Stored data entries:
● ● ●

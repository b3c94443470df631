//! Lines of numbers with a delimiter.

use super::assembly::{Assembly, Block, Placed, Row};
use super::number::{DecimalMark, NumberProblem, PrintedNumber, parse_scaled};
use super::source::{Source, is_blank, label, visible};
use super::{Attempt, Delimiter, Form, ReadOptions, ReadingDescription};

pub(super) fn attempts(source: &Source, options: &ReadOptions) -> impl Iterator<Item = Attempt> {
    dialects(source, options)
        .into_iter()
        .filter_map(|dialect| Reader { source, dialect }.read())
}

#[derive(Clone, Copy)]
struct Dialect {
    decimal: DecimalMark,
    delimiter: Delimiter,
    /// Whether thousands are grouped.
    grouped: bool,
}

/// What may be meant, the likelier first: elements of a thousand and more are rare.
fn dialects(source: &Source, options: &ReadOptions) -> Vec<Dialect> {
    let [tabs, semicolons, commas, points, quotes] =
        ['\t', ';', ',', '.', '"'].map(|c| source.contains(c));
    let mut dialects = Vec::new();
    for grouped in [false, true] {
        for decimal in [DecimalMark::Point, DecimalMark::Comma] {
            for (delimiter, present) in [
                (Delimiter::Tab, tabs),
                (Delimiter::Semicolon, semicolons),
                (Delimiter::Comma, commas),
                (Delimiter::Space, true),
            ] {
                let settled = options
                    .delimiter
                    .map_or(present, |wanted| wanted == delimiter)
                    && options
                        .decimal
                        .map_or(commas || decimal == DecimalMark::Point, |wanted| {
                            wanted == decimal
                        });
                // Points group thousands only where a number shows both marks:
                // `0.123` alone never means 123.
                let may_group = match delimiter {
                    Delimiter::Comma => decimal == DecimalMark::Point && quotes,
                    Delimiter::Space => commas && (decimal == DecimalMark::Point || points),
                    Delimiter::Tab | Delimiter::Semicolon => true,
                };
                if settled && (may_group || !grouped) {
                    dialects.push(Dialect {
                        decimal,
                        delimiter,
                        grouped,
                    });
                }
            }
        }
    }
    dialects
}

/// A field of a line, trimmed.
struct Field {
    start: usize,
    end: usize,
    number: Result<PrintedNumber, NumberProblem>,
    looks_numeric: bool,
}

enum Line {
    Blank,
    /// A header or a name.
    Text,
    Row(Row),
}

struct Reader<'a> {
    source: &'a Source,
    dialect: Dialect,
}

impl Reader<'_> {
    /// `None` where there is not one number.
    fn read(&self) -> Option<Attempt> {
        let mut blocks: Vec<Block> = Vec::new();
        let mut fields = Vec::new();
        let mut open = false;
        let mut name = None;
        let mut header_row_count = 0;
        let mut columns = None;
        for k in 0..self.source.line_count() {
            if let Some((first, last)) = self.source.columns(k) {
                columns = Some(Columns {
                    block: if first == 1 {
                        blocks.len()
                    } else {
                        blocks.len().saturating_sub(1)
                    },
                    row: 0,
                    first,
                    last,
                });
                open = false;
                continue;
            }
            self.split(k, &mut fields);
            match self.line(k, &fields) {
                Line::Blank => {
                    open = false;
                    if self.source.has_comment(k) {
                        name = self.source.comment(k).or(name);
                    }
                }
                Line::Text => {
                    open = false;
                    columns = None;
                    header_row_count += usize::from(blocks.is_empty());
                    if !self.names_columns(&fields) {
                        name = label(self.source.line(k)).or(name);
                    }
                }
                Line::Row(row) => {
                    if let Some(columns) = columns.as_mut().filter(|columns| columns.first > 1) {
                        columns.take(&mut blocks, row);
                        continue;
                    }
                    if !open {
                        blocks.push(Block {
                            label: name.take(),
                            ..Block::default()
                        });
                        open = true;
                    }
                    if let Some(block) = blocks.last_mut() {
                        block.rows.push(row);
                    }
                }
            }
        }
        if blocks.is_empty() {
            return None;
        }
        Some(Attempt {
            reading: ReadingDescription {
                form: Form::Table,
                decimal: self.dialect.decimal,
                grouped: self.dialect.grouped,
                delimiter: Some(self.dialect.delimiter),
                header_row_count,
                stacking: None,
            },
            assembly: Assembly::of(with_air(blocks)),
        })
    }

    fn line(&self, k: usize, fields: &[Field]) -> Line {
        let Some(first) = fields.first() else {
            return Line::Blank;
        };
        let numeric = fields.iter().filter(|field| field.looks_numeric).count();
        let words = fields.len() - numeric;
        if numeric == 0 || words >= numeric && self.is_title(k, words, numeric) {
            return Line::Text;
        }
        let line = self.source.line(k);
        // A word before the numbers names the row.
        let named = !first.looks_numeric && fields.len() > 1;
        let elements = &fields[usize::from(named)..];
        // A word behind a whole row is a unit or a remark.
        let elements = match elements.split_last() {
            Some((unit, rest)) if is_remark(unit) && matches!(rest.len(), 1 | 4 | 16 | 17) => rest,
            _ => elements,
        };
        let last = elements.last().unwrap_or(first);
        let mut row = Row::at(k + 1, first.start + 1, last.end - first.start);
        if named {
            row.label = label(&line[first.start..first.end]);
        }
        for (column, field) in elements.iter().enumerate() {
            let length = (field.end - field.start).max(1);
            match &field.number {
                Ok(number) => row.numbers.push(Placed {
                    number: *number,
                    line: k + 1,
                    character: field.start + 1,
                    length,
                }),
                Err(problem) => {
                    let token = visible(&line[field.start..field.end]);
                    row.spoil(
                        column + 1,
                        problem,
                        &token,
                        (k + 1, field.start + 1, length),
                    );
                }
            }
        }
        Line::Row(row)
    }

    /// `Film 3` and `450 nm` before a matrix; in a list of names with one number each
    /// the next line is as short.
    fn is_title(&self, k: usize, words: usize, numeric: usize) -> bool {
        if numeric >= 4 {
            return false;
        }
        if words > 1 || numeric > 1 {
            return true;
        }
        let mut next = Vec::new();
        for line in k + 1..self.source.line_count() {
            self.split(line, &mut next);
            if !next.is_empty() {
                return next.len() >= 4;
            }
        }
        false
    }

    /// `M00 M01 …`: one word above each column is no name of a matrix.
    fn names_columns(&self, fields: &[Field]) -> bool {
        fields.len() >= 4
            && (self.dialect.delimiter != Delimiter::Space
                || fields.iter().all(|field| field.end - field.start <= 4))
    }

    /// The fields of a line, without empty ones at its end.
    fn split(&self, k: usize, fields: &mut Vec<Field>) {
        fields.clear();
        let line = self.source.line(k);
        let mut start = 0;
        let mut quoted = false;
        for at in 0..=line.len() {
            if line.get(at) == Some(&'"') {
                quoted = !quoted;
            }
            if at == line.len() || (!quoted && self.cuts(line, at)) {
                let field = self.field(line, start, at, self.source.power(k));
                if self.dialect.delimiter != Delimiter::Space || field.end > field.start {
                    fields.push(field);
                }
                start = at + 1;
            }
        }
        while fields.last().is_some_and(|field| field.end == field.start) {
            fields.pop();
        }
    }

    fn cuts(&self, line: &[char], at: usize) -> bool {
        match self.dialect.delimiter {
            Delimiter::Tab => line[at] == '\t',
            Delimiter::Semicolon => line[at] == ';',
            Delimiter::Space => line[at].is_whitespace(),
            Delimiter::Comma => {
                let outside = |c: Option<&char>| c.is_none_or(|&c| is_blank(c) || c == '"');
                line[at] == ','
                    && (self.dialect.decimal == DecimalMark::Point
                        || outside(line.get(at + 1))
                        || at > 0 && outside(line.get(at - 1)))
            }
        }
    }

    fn field(&self, line: &[char], start: usize, end: usize, power: i32) -> Field {
        let blank = |c: char| is_blank(c) || c == '"';
        let mut from = start;
        let mut to = end;
        while from < to && blank(line[from]) {
            from += 1;
        }
        while to > from && blank(line[to - 1]) {
            to -= 1;
        }
        let text = visible(&line[from..to]);
        let number = parse_scaled(&text, self.dialect.decimal, self.dialect.grouped, power);
        let looks_numeric = match &number {
            Ok(_) => true,
            Err(problem) => {
                problem.code == "not-finite"
                    || text == "-"
                    || text
                        .trim_start_matches(['-', '+', '.', ','])
                        .starts_with(|c: char| c.is_ascii_digit())
            }
        };
        Field {
            start: from,
            end: to,
            number,
            looks_numeric,
        }
    }
}

/// The part of a matrix that a heading announces: `Columns 5 through 8`.
struct Columns {
    /// The block that its rows go on.
    block: usize,
    /// The next row of it.
    row: usize,
    first: usize,
    last: usize,
}

impl Columns {
    /// Joins a row to the one on its left.
    fn take(&mut self, blocks: &mut [Block], row: Row) {
        let Some(block) = blocks.get_mut(self.block) else {
            return;
        };
        let width = self.last + 1 - self.first;
        match block.rows.get_mut(self.row) {
            Some(left) if left.width() + 1 == self.first && row.width() <= width => {
                left.join(row);
                self.row += 1;
            }
            _ => {
                let message = format!(
                    "the rows under columns {} to {} do not go on with those before.",
                    self.first, self.last
                );
                block.rows.clear();
                block.failed = Some(row.error("ragged-row", message));
            }
        }
    }
}

/// A word that neither is nor should be a number.
fn is_remark(field: &Field) -> bool {
    matches!(&field.number, Err(problem) if problem.code == "bad-number") && !field.looks_numeric
}

/// Four lines apart by blank lines are one matrix with air in it.
fn with_air(blocks: Vec<Block>) -> Vec<Block> {
    let rows = blocks.iter().map(|block| block.rows.len()).sum::<usize>();
    let named = blocks.iter().skip(1).any(|block| block.label.is_some());
    let fours = blocks
        .iter()
        .flat_map(|block| &block.rows)
        .all(|row| row.width() == 4);
    if rows != 4 || blocks.len() == 1 || named || !fours {
        return blocks;
    }
    let label = blocks.first().and_then(|block| block.label.clone());
    vec![Block {
        rows: blocks.into_iter().flat_map(|block| block.rows).collect(),
        label,
        ..Block::default()
    }]
}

● ● ●

- _THE PROBLEM_: Look through the entries above; copy each line where the string "settled" appears.

- _WRITTEN SOLUTION_:
                let settled = options
                if settled && (may_group || !grouped) {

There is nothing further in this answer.